Here’s the clever part about the ring-fence; Citigroup remaining on the hook for the first $39 Billion in losses, with a combination of Treasury and FDIC absorbing the majority of the next $15 Billion in losses, and the Federal Reserve Board absorbing the rest of the loss risk via non-recourse financing.  While the announcement emphasized the government insurance for Citigroup’s riskiest CDOs, RMBS, CMBS, and auto loan ABS, loss-scenarios suggested only Citigroup would bear the losses on the portfolio.[5]

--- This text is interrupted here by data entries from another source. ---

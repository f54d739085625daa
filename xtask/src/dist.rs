//! `cargo xtask dist`: builds the web app into `dist/`.
//!
//! Steps: make sure the wasm32 target is installed, build `strutline-web`
//! with the `wasm-release` profile, generate the JS bindings with the
//! wasm-bindgen library (`--target web`) and tidy their whitespace and
//! comments, shrink the wasm with `wasm-opt` where one is installed (the
//! smallest gzipped result that keeps the module's exported tables wins),
//! copy the shell (index.html, boot.js, style.css, manifest), draw the
//! icons, then write `sw.js` with a cache name stamped from a SHA-256 over
//! every other shipped file and the list of files to precache. Finally
//! each file is gzipped beside itself by zopfli (`F.gz`, where smaller; the
//! server sends it to browsers that take gzip), and the total of the bytes
//! sent is printed and checked against the size budget.

use std::path::{Path, PathBuf};

use anyhow::{bail, Context, Result};
use sha2::{Digest, Sha256};

use crate::util;

/// The size budget: 350 KB gzipped, summed over every file in `dist/` as
/// it is sent (its `.gz` where one was written).
pub const BUDGET_GZ_BYTES: usize = 350 * 1024;

/// The wasm target.
const TARGET: &str = "wasm32-unknown-unknown";

/// Base name of the bindings (`strutline_web.js`, `strutline_web_bg.wasm`).
const OUT_NAME: &str = "strutline_web";

/// Lines of `web/static/sw.js` that the build replaces.
const SW_CACHE_LINE: &str = "const CACHE_NAME = \"strutline-dev\";";
const SW_FILES_LINE: &str = "const PRECACHE = [];";

/// What a build produced.
#[derive(Debug, Clone)]
pub struct Built {
    /// The `dist/` directory.
    pub dir: PathBuf,
    /// Every shipped file with its raw size and the bytes sent (its `.gz`
    /// where one was written), sorted by path.
    pub files: Vec<(String, usize, usize)>,
    /// Sum of the bytes sent: each file's `.gz` (zopfli) where one was
    /// written, else the file itself. The budget counts this.
    pub gz_total: usize,
    /// Sum of the sizes gzipped by flate2 at its best level, about what a
    /// host that compresses on the fly sends (printed for comparison).
    pub flate_total: usize,
    /// The stamped cache name written into `sw.js`.
    pub cache_name: String,
}

/// `cargo xtask dist [--no-wasm-opt] [--keep-names]`.
///
/// `--keep-names` is for size work: it builds into `target/names` with the
/// symbol names kept through wasm-bindgen and wasm-opt and writes
/// `dist-names/` instead of `dist/`, so `twiggy top
/// dist-names/strutline_web_bg.wasm` can say where the bytes go (the names
/// add to the size, so the budget is not checked there).
pub fn run(args: &[String]) -> Result<()> {
    util::check_args(args, &[], &["--no-wasm-opt", "--keep-names"])?;
    let use_wasm_opt = !args.iter().any(|a| a == "--no-wasm-opt");
    if args.iter().any(|a| a == "--keep-names") {
        let built = build_with(&util::root().join("dist-names"), use_wasm_opt, true)?;
        report(&built);
        println!("names kept: twiggy top -n 40 dist-names/{OUT_NAME}_bg.wasm");
        return Ok(());
    }
    let built = build(use_wasm_opt)?;
    report(&built);
    check_budget(&built)
}

/// Prints the per-file sizes and the total.
pub fn report(built: &Built) {
    println!("dist/ ({}):", built.cache_name);
    for (path, raw, gz) in &built.files {
        println!("  {path:<32} {raw:>9} B  {gz:>8} B gz");
    }
    println!(
        "  total gzipped: {} B ({:.1} KB) of a {} B ({} KB) budget (each file as sent, \
         its zopfli .gz where smaller; by flate2 -9 on the fly, as some hosts \
         would: {} B)",
        built.gz_total,
        built.gz_total as f64 / 1024.0,
        BUDGET_GZ_BYTES,
        BUDGET_GZ_BYTES / 1024,
        built.flate_total
    );
}

/// Fails when the gzipped total is over the budget.
pub fn check_budget(built: &Built) -> Result<()> {
    if built.gz_total > BUDGET_GZ_BYTES {
        bail!(
            "dist/ is {} B gzipped, over the {} B budget by {} B",
            built.gz_total,
            BUDGET_GZ_BYTES,
            built.gz_total - BUDGET_GZ_BYTES
        );
    }
    Ok(())
}

/// Builds everything into `dist/` and returns what was shipped.
pub fn build(use_wasm_opt: bool) -> Result<Built> {
    build_into(&util::root().join("dist"), use_wasm_opt)
}

/// Builds everything into `dist` (emptied first) and returns what was
/// shipped. The browser tests build into a directory of their own, so a
/// `cargo xtask dist` run at the same time cannot pull files from under
/// them.
pub fn build_into(dist: &Path, use_wasm_opt: bool) -> Result<Built> {
    build_with(dist, use_wasm_opt, false)
}

/// [`build_into`], with the symbol names kept for size analysis when
/// `keep_names` (a build of its own under `target/names`).
fn build_with(dist: &Path, use_wasm_opt: bool, keep_names: bool) -> Result<Built> {
    let root = util::root();
    ensure_target()?;
    let mut cargo = util::cargo();
    if keep_names {
        cargo
            .env("CARGO_PROFILE_WASM_RELEASE_STRIP", "false")
            .env("CARGO_PROFILE_WASM_RELEASE_DEBUG", "false")
            .env("CARGO_TARGET_DIR", root.join("target/names"));
    }
    util::run(cargo.args([
        "build",
        "-p",
        "strutline-web",
        "--target",
        TARGET,
        "--profile",
        "wasm-release",
    ]))?;
    let target_dir = if keep_names {
        root.join("target/names")
    } else {
        std::env::var_os("CARGO_TARGET_DIR")
            .map(PathBuf::from)
            .map(|p| if p.is_absolute() { p } else { root.join(p) })
            .unwrap_or_else(|| root.join("target"))
    };
    let wasm_in = target_dir
        .join(TARGET)
        .join("wasm-release")
        .join("strutline_web.wasm");
    if !wasm_in.is_file() {
        bail!("the build left no {}", wasm_in.display());
    }

    if dist.exists() {
        std::fs::remove_dir_all(dist).with_context(|| format!("clearing {}", dist.display()))?;
    }
    std::fs::create_dir_all(dist)?;

    let mut bindgen = wasm_bindgen_cli_support::Bindgen::new();
    bindgen
        .input_path(&wasm_in)
        .out_name(OUT_NAME)
        .web(true)
        .map_err(|e| anyhow::anyhow!("wasm-bindgen: {e}"))?
        .typescript(false)
        // The library leaves out the default wasm URL that the CLI writes.
        .omit_default_module_path(false)
        .remove_name_section(!keep_names)
        .remove_producers_section(true)
        .generate(dist)
        .map_err(|e| anyhow::anyhow!("wasm-bindgen: {e}"))?;

    let glue = dist.join(format!("{OUT_NAME}.js"));
    let text = std::fs::read_to_string(&glue)?;
    std::fs::write(&glue, tidy_glue(&text))?;

    let wasm_out = dist.join(format!("{OUT_NAME}_bg.wasm"));
    if use_wasm_opt {
        optimise(&wasm_out, keep_names)?;
        if !keep_names {
            minify_names(&wasm_out, &glue)?;
        }
    } else {
        eprintln!("xtask: wasm-opt skipped (--no-wasm-opt)");
    }

    copy(&root.join("index.html"), &dist.join("index.html"))?;
    copy(&root.join("web/static/boot.js"), &dist.join("boot.js"))?;
    if !keep_names {
        minify_js(&glue);
        minify_js(&dist.join("boot.js"));
    }
    copy(
        &root.join("web/static/manifest.webmanifest"),
        &dist.join("manifest.webmanifest"),
    )?;
    let style = root.join("web/style.css");
    if style.is_file() {
        let css = std::fs::read_to_string(&style)?;
        std::fs::write(dist.join("style.css"), tidy_css(&css))?;
    } else {
        eprintln!("xtask: WARNING: web/style.css is missing; dist/ has no style.css");
    }
    for size in [192u32, 512] {
        let png = icon_png(size)?;
        std::fs::write(dist.join(format!("icon-{size}.png")), png)?;
    }

    // Everything but the worker is precached and hashed into the cache name.
    let shipped = util::files_under(dist)?;
    let mut hasher = Sha256::new();
    for rel in &shipped {
        let bytes = std::fs::read(dist.join(rel))?;
        hasher.update(rel.as_bytes());
        hasher.update([0u8]);
        hasher.update((bytes.len() as u64).to_le_bytes());
        hasher.update(&bytes);
    }
    let digest = hasher.finalize();
    let hex: String = digest.iter().take(6).map(|b| format!("{b:02x}")).collect();
    let cache_name = format!("strutline-{hex}");
    let sw = service_worker(&root.join("web/static/sw.js"), &cache_name, &shipped)?;
    // sw.js stays as written: it is small, and its stamped cache name is
    // read back by the update test and by people looking at a deployment.
    std::fs::write(dist.join("sw.js"), sw)?;

    // Each file is also written gzipped beside itself (`F.gz`, by zopfli)
    // when that is smaller, for a server that sends precompressed files
    // (as `cargo xtask serve` does); those are the bytes the budget counts.
    let mut files = Vec::new();
    let (mut gz_total, mut flate_total) = (0, 0);
    for rel in util::files_under(dist)? {
        let bytes = std::fs::read(dist.join(&rel))?;
        let gz = util::zopfli_gzip(&bytes)?;
        let sent = if gz.len() < bytes.len() {
            std::fs::write(dist.join(format!("{rel}.gz")), &gz)?;
            gz.len()
        } else {
            bytes.len()
        };
        gz_total += sent;
        flate_total += util::gzip_len(&bytes)?;
        files.push((rel, bytes.len(), sent));
    }
    Ok(Built {
        dir: dist.to_path_buf(),
        files,
        gz_total,
        flate_total,
        cache_name,
    })
}

/// The style sheet without its comments and the white space CSS does not
/// need (the rules themselves are left as written).
pub fn tidy_css(css: &str) -> String {
    let mut out = String::with_capacity(css.len());
    let mut rest = css;
    while let Some(i) = rest.find("/*") {
        out.push_str(rest.get(..i).unwrap_or_default());
        rest = match rest.get(i + 2..).and_then(|r| r.find("*/").map(|j| (r, j))) {
            Some((r, j)) => r.get(j + 2..).unwrap_or_default(),
            None => "",
        };
    }
    out.push_str(rest);
    // Runs of white space become one space, and none is kept next to
    // `{`, `}`, `;` or `,` (where CSS never needs it; `:` is left alone, as
    // a space before it can be a descendant combinator).
    let mut tidy = String::with_capacity(out.len());
    for word in out.split_whitespace() {
        let glued = tidy.ends_with(['{', '}', ';', ',']) || word.starts_with(['{', '}', ';', ',']);
        if !tidy.is_empty() && !glued {
            tidy.push(' ');
        }
        tidy.push_str(word);
    }
    tidy
}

If you can’t figure, as neither Citigroup nor the market could out at the time, what the bank’s biggest loss could be on its portfolio, then the market would assume the worst and treat Citigroup as a soon-to-fail entity going the way of Bear Stearns, Lehman, and AIG.  But if you can precisely define, as the ring-fence did, the upper limit of the bank’s losses, then the market understands the known limit and the self-fulfilling prophesy of expected losses leading to financial wipeout can stop.   So, that’s clever.

Following this announcement, as intended, markets credibly believed Citigroup to be TBTF, with a perceived government guarantee on a huge portion of its riskiest assets.  The stock-shorting activity reversed, CDS spreads tightened, and we saw no world-wide run on Citigroup’s bank deposits.

SIGTARP’s feistiness surfaces most particularly in reviewing not only the actions of government leaders, but their disagreements with each other and with its review.  Numerous times throughout the report, we learn of requests by FDIC’s Sheila Bair to change or redact statements in the report.  We also learn that Citigroup successfully withheld a listing of its ring-fenced assets from publication by SIGTARP, citing propriety information[6], but SIGTARP is not afraid to respectfully disagree.

SIGTARP’s summary of the story emphasizes the ad hoc, but ultimately correct, decision of government leaders to massively intervene on behalf of Citigroup.  SIGTARP calls out our own government for what they failed to make Citigroup do; this distinguishes the report and makes for good reading.

SIGTARP gets to the heart of unsolved problems with the government interventions of 2008.  Citigroup, along with more than a dozen financial institutions, today remains TBTF.  Which means we could repeat the same crisis we all just survived. 

Not only that, but SIGTARP rightly states that the last bailout may increase the likelihood and severity of the next crisis, because the moral hazard problem also remains with us today.  High-risk takers, namely Citigroup creditors and counterparts, were not punished in the bailout, so they may reasonably expect to under-price similar credit and counterpart risk in the future, believing that the government provides an invisible safety net underneath high-wire risk taking.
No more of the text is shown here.